The six-man squad, in bulky body armour and bristling with tech, debussed with smooth precision and came pounding across the tarmac towards them.
‘Thanks,’ the boy said, more quietly now, as the whine of the rotors died away.
‘What for?’ Olivia said, stung by his obvious relief. ‘You’re still under arrest, you know.’
‘Yeah,’ he said, sullen, jerking his head towards the men now surrounding them, ‘but if you’d left me to that lot, I’d be dead.’
Detective (Grade 1) Damien Wheeler checked out his reflection in the mirrored back wall of the lift as it clanked its way down from the fourth floor and was thoroughly satisfied by what he saw. He smoothed down his tie and made sure that, when he thrust his hands into his trouser pockets, his jacket opened just far enough to reveal the shoulder holster underneath. Pity that all it held was a Taser.

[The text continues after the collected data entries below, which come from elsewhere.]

"""The two execution paths agree (P6), snapshots continue exactly (P7), and the
halt, reset and freeze behaviour of each machine's phase table is as "Clock, halts
and the panel" in emu/machines/ref8.md says."""

from __future__ import annotations

import pytest
from hypothesis import given, settings
from hypothesis import strategies as st

from emu import Emulator, MachineError, Observer
from emu.testing import programs, run_resuming

from engine_support import (MACHINES, after_step_press, boot, encode, full_state, plain_words,
                            skip_unless_properties_run)

EVERY_MACHINE = pytest.mark.parametrize("machine_name", MACHINES)
"""Every machine file under emu/machines/ and tests/machines/, as engine_support finds them."""


@EVERY_MACHINE
def test_fused_and_stepping_agree_on_state_cycles_and_time(machine_name):
    """P6: with an observer attached the engine steps phase by phase; without, it fuses."""
    machine = MACHINES[machine_name]
    skip_unless_properties_run(machine)
    _fused_and_stepping_agree(machine)


@settings(max_examples=60, deadline=None)
@given(data=st.data(), cycles=st.integers(1, 3000))
def _fused_and_stepping_agree(machine, data, cycles):
    words = data.draw(programs(machine))
    fast, stepped = boot(machine, words), boot(machine, words)
    stepped.observe(Observer())
    assert run_resuming(fast, cycles) == run_resuming(stepped, cycles)
    assert full_state(fast) == full_state(stepped)


@EVERY_MACHINE
def test_snapshot_restore_continues_like_an_uninterrupted_run(machine_name, tmp_path_factory):
    """P7: snapshot, restore, run equals one uninterrupted run, frozen or not."""
    machine = MACHINES[machine_name]
    skip_unless_properties_run(machine)
    _snapshot_restore_continues(machine, tmp_path_factory)


@settings(max_examples=40, deadline=None)
@given(data=st.data(), before=st.integers(0, 1500), after=st.integers(1, 1500), stop=st.booleans())
def _snapshot_restore_continues(machine, tmp_path_factory, data, before, after, stop):
    words = data.draw(programs(machine))
    whole, first = boot(machine, words), boot(machine, words)
    for emu in (whole, first):
        run_resuming(emu, before)
        if stop:
            emu.set_switch_run(False)
            emu.run(max_cycles=50)
    path = tmp_path_factory.mktemp("snap") / "state.json"
    first.snapshot(path)
    second = Emulator.restore(path, machine)
    assert full_state(second) == full_state(first)
    for emu in (whole, second):
        if stop:
            emu.press_step()
            emu.set_switch_run(True)
        run_resuming(emu, after)
    assert full_state(second) == full_state(whole)


def test_ref8_halt_freezes_at_the_boundary_right_after_it():
    machine = MACHINES["ref8"]
    emu = boot(machine, encode(machine, "nop") + encode(machine, "halt") + encode(machine, "inc rd", rd=0))
    reason = emu.run(max_cycles=100)
    assert reason.kind == "halted" and reason.address == 1
    assert emu.frozen and emu.halt_latch and emu.at_instruction_boundary
    assert emu.pc == 2 and emu.cycles == 3 and emu.get("r0") == 0
    assert emu.phase_index == 2           # phase C, the hold point after the pulse


def test_acc12_halt_on_the_second_pulse_freezes_one_cycle_into_the_next_instruction():
    """The table holds only after its first pulse: the next fetch runs before the freeze.

    Power-on leaves the ring at the hold point G1, so pulse P2 comes first:
    skip (P2), stop's fetch (P1), stop's halt step (P2), bump's fetch (P1), freeze.
    """
    machine = MACHINES["acc12"]
    emu = boot(machine, encode(machine, "skip") + encode(machine, "stop") + encode(machine, "bump"))
    reason = emu.run(max_cycles=100)
    assert reason.kind == "halted" and reason.address == 1
    assert emu.cycles == 4
    instruction, step = emu.sequencer
    assert instruction.display == "bump" and step == 1
    assert emu.pc == 3 and emu.get("acc") == 0
    emu.press_resume()
    emu.run(max_cycles=2)
    assert emu.get("acc") == 1


def test_acc12_halt_on_the_first_pulse_freezes_at_the_boundary():
    machine = MACHINES["acc12"]
    emu = boot(machine, encode(machine, "stop") + encode(machine, "bump"))
    emu.run(max_cycles=100)
    assert emu.at_instruction_boundary and emu.cycles == 2 and emu.pc == 1


@EVERY_MACHINE
def test_steps_work_while_halted_and_the_latch_stays_set(machine_name):
    machine = MACHINES[machine_name]
    skip_unless_properties_run(machine)
    after = next(i for i in machine.instructions if not i.drives_halt)
    emu = boot(machine, encode(machine, machine.pause) + plain_words(after))
    emu.run(max_cycles=100)
    cycles, index = emu.cycles, emu.phase_index
    first, middle = after_step_press(machine, index)
    second, last = after_step_press(machine, middle)
    assert emu.press_step() and emu.press_step()
    assert emu.halt_latch and emu.frozen
    assert emu.cycles == cycles + first + second and emu.phase_index == last
    emu.set_switch_run(False)
    emu.press_resume()
    assert emu.frozen and not emu.halt_latch, "RESUME at stop stays frozen"
    emu.set_switch_run(True)
    assert not emu.frozen


def test_step_while_running_does_nothing():
    machine = MACHINES["ref8"]
    emu = boot(machine, encode(machine, "inc rd", rd=0) * 4)
    emu.advance_phase()
    before = full_state(emu)
    assert emu.press_step() is False
    assert full_state(emu) == before


def test_reset_clears_pc_sequencer_flags_and_latch_but_keeps_registers_and_memory():
    machine = MACHINES["ref8"]
    words = (encode(machine, "li rd, imm", rd=3, imm=0x80) + encode(machine, "li sp, addr", addr=0x1234)
             + encode(machine, "add rd, rs", rd=3, rs=3) + encode(machine, "halt"))
    emu = boot(machine, words)
    emu.run(max_cycles=100)
    assert emu.get("c") == 1 and emu.get("z") == 1 and emu.halt_latch
    emu.set_switch_run(False)
    emu.press_reset()
    assert emu.pc == 0 and emu.at_instruction_boundary
    assert (emu.get("z"), emu.get("n"), emu.get("c"), emu.get("v")) == (0, 0, 0, 0)
    assert not emu.halt_latch and emu.frozen, "switch at stop: still frozen after reset"
    assert emu.get("r3") == 0 and emu.get("sp") == 0x1234 and emu.memory[0] == words[0]


def test_undefined_opcode_runs_as_a_no_op_with_a_warning():
    machine = MACHINES["ref8"]
    undefined = next(word for word, index in enumerate(machine.decode_table) if index < 0)
    emu = boot(machine, [undefined] + encode(machine, "halt"))
    assert emu.run(max_cycles=100).kind == "halted"
    assert emu.pc == 2 and emu.cycles == 1 + 2
    assert emu.warnings == ["undefined opcode at 0x0000 ran as a no-op"]


def test_breakpoints_and_conditions_stop_at_instruction_boundaries():
    machine = MACHINES["ref8"]
    loop = encode(machine, "inc rd", rd=0) + encode(machine, "jmp addr", addr=0)
    emu = boot(machine, loop)
    reason = emu.run(max_cycles=10_000, breakpoints={1})
    assert reason.kind == "breakpoint" and emu.pc == 1 and emu.get("r0") == 1
    reason = emu.run(max_cycles=10_000, until=lambda e: e.get("r0") == 200)
    assert reason.kind == "condition" and emu.get("r0") == 200 and emu.at_instruction_boundary


def test_cycle_limit_is_exact_even_mid_instruction():
    machine = MACHINES["ref8"]
    emu = boot(machine, encode(machine, "call addr", addr=0))
    reason = emu.run(max_cycles=12_345)
    assert reason.kind == "cycle_limit" and emu.cycles == 12_345


def test_image_larger_than_memory_is_refused():
    machine = MACHINES["acc12"]
    emu = Emulator(machine)
    with pytest.raises(MachineError, match="past the 256 words of memory"):
        emu.load([(250, [0] * 10)])


def test_restore_refuses_another_machines_snapshot(tmp_path):
    path = tmp_path / "s.json"
    Emulator(MACHINES["ref8"]).snapshot(path)
    with pytest.raises(MachineError, match="machine 'ref8', not 'acc12'"):
        Emulator.restore(path, MACHINES["acc12"])
    path.write_text("{not json")
    with pytest.raises(MachineError, match="not a relaybench snapshot"):
        Emulator.restore(path, MACHINES["ref8"])


def test_a_released_generator_obeys_the_next_hold_point_after_a_fast_run():
    """Let go from a hold point, run fused to a boundary, stop: freeze right there."""
    machine = MACHINES["ref8"]
    emu = boot(machine, encode(machine, "inc rd", rd=0) * 50 + encode(machine, "jmp addr", addr=0))
    emu.set_switch_run(False)
    emu.run(max_cycles=100)
    emu.set_switch_run(True)
    assert emu.run(max_cycles=100, until=lambda e: e.get("r0") == 3).kind == "condition"
    emu.set_switch_run(False)
    assert emu.advance_phase() is False and emu.frozen


@pytest.mark.parametrize("damage", [
    lambda s: s["slots"].update(r0=300),
    lambda s: s["slots"].update(r0="7"),
    lambda s: s["slots"].pop("r1"),
    lambda s: s.update(memory="AAAA"),
    lambda s: s.update(memory="!!"),
    lambda s: s.update(sequencer=[999, 0]),
    lambda s: s.update(sequencer=[-1, 5]),
    lambda s: s["ring"].update(index=17),
    lambda s: s["ring"].update(turn=[1, 2]),
    lambda s: s.update(frozen="yes"),
    lambda s: s.update(cycles=-1),
    lambda s: s["ports"].update(input_position=99),
    lambda s: s.pop("ring"),
], ids=["wide register", "text register", "missing register", "short memory", "bad base64",
        "sequencer past the table", "fetch step past the fetch", "ring index", "ring turn",
        "frozen not bool", "negative cycles", "input position", "no ring"])
def test_a_damaged_snapshot_is_refused_and_changes_nothing(damage, tmp_path):
    import json
    machine = MACHINES["ref8"]
    emu = boot(machine, encode(machine, "inc rd", rd=0) * 3 + encode(machine, "halt"))
    emu.run(max_cycles=100)
    state = emu.snapshot_state()
    damage(state)
    path = tmp_path / "damaged.json"
    path.write_text(json.dumps(state))
    before = full_state(emu)
    with pytest.raises(MachineError, match="damaged snapshot"):
        emu.restore_state(json.loads(path.read_text()), str(path))
    assert full_state(emu) == before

It was one of Wheeler’s great regrets that he’d come into the service too late to be allowed a real gun. The prospect of carrying had been one of the attractions of applying for police training college in the first place. But, by the time he’d qualified, public disquiet over the number of civilian casualties had grown into uproar, and the brief experiment of wholesale arming of the British police was over.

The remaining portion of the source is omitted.